#### Your goal:
Read through the entries below and return each line with the word "KeyboardInterrupt".

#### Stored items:

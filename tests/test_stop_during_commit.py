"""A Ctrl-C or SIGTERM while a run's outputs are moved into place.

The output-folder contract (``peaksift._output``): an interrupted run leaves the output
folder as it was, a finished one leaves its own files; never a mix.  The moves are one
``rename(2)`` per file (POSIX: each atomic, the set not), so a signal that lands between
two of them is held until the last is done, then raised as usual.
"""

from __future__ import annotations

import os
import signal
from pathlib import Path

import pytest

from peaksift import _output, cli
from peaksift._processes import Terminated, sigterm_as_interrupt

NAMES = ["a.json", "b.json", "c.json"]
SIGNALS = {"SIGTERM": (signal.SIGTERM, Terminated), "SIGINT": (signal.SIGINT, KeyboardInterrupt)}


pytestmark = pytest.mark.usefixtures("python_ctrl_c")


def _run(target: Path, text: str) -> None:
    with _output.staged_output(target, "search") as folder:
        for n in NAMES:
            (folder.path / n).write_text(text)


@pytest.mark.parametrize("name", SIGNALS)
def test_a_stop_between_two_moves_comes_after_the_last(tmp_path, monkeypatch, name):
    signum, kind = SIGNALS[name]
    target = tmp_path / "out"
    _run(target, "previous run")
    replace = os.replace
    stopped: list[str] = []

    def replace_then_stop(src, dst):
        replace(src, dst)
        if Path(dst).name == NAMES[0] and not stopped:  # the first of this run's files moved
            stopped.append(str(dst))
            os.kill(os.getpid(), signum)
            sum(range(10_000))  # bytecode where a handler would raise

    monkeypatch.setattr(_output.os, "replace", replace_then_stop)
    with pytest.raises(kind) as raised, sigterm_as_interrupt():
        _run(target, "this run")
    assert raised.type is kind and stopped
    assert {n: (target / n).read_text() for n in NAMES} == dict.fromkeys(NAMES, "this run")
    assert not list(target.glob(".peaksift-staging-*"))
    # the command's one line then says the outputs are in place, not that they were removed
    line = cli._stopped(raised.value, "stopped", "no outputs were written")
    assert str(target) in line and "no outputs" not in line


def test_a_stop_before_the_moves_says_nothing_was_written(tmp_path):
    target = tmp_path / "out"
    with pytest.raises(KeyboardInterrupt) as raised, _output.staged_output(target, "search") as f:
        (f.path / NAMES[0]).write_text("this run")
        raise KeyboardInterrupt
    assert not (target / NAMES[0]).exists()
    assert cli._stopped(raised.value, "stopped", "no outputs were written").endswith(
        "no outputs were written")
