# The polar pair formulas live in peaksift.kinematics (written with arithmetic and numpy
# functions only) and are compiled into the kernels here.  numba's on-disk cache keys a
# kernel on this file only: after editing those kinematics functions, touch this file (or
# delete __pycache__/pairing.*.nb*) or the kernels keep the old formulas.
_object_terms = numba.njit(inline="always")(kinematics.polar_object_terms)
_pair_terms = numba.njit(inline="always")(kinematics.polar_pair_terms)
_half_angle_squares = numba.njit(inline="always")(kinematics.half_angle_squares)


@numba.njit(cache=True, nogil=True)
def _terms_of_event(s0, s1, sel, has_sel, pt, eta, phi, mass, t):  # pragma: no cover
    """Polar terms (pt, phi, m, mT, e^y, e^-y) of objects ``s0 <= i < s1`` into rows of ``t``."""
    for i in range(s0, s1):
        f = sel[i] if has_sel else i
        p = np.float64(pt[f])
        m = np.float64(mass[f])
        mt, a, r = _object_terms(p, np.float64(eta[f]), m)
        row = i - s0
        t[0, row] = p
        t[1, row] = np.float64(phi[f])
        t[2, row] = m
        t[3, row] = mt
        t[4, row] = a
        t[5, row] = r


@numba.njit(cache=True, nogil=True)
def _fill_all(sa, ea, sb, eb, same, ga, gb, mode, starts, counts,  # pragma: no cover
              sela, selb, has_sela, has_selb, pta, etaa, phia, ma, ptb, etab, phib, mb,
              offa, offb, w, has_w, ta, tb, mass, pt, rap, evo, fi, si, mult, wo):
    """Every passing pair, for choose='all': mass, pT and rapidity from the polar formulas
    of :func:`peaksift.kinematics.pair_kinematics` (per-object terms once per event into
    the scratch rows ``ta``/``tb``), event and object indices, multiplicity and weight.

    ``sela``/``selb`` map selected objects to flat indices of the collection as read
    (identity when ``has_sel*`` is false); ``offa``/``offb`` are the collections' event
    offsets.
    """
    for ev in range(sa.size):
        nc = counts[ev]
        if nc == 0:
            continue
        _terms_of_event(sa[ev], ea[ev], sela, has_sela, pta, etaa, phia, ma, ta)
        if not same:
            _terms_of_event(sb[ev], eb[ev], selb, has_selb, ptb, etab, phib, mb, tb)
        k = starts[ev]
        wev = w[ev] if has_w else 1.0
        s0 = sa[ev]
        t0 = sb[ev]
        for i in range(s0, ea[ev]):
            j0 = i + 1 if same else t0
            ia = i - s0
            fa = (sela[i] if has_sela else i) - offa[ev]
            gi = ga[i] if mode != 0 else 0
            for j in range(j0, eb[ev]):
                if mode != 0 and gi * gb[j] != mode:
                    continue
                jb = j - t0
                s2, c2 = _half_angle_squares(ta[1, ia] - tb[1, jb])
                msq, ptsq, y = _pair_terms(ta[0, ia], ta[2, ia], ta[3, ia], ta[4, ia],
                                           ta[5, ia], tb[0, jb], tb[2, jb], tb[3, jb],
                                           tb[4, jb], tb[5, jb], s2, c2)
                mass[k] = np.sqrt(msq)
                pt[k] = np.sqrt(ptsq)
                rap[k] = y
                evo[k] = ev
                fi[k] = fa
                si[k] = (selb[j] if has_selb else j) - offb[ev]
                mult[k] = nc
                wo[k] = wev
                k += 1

#### Problem solution:
SIGNALS = {"SIGTERM": (signal.SIGTERM, Terminated), "SIGINT": (signal.SIGINT, KeyboardInterrupt)}
    with pytest.raises(KeyboardInterrupt) as raised, _output.staged_output(target, "search") as f:
        raise KeyboardInterrupt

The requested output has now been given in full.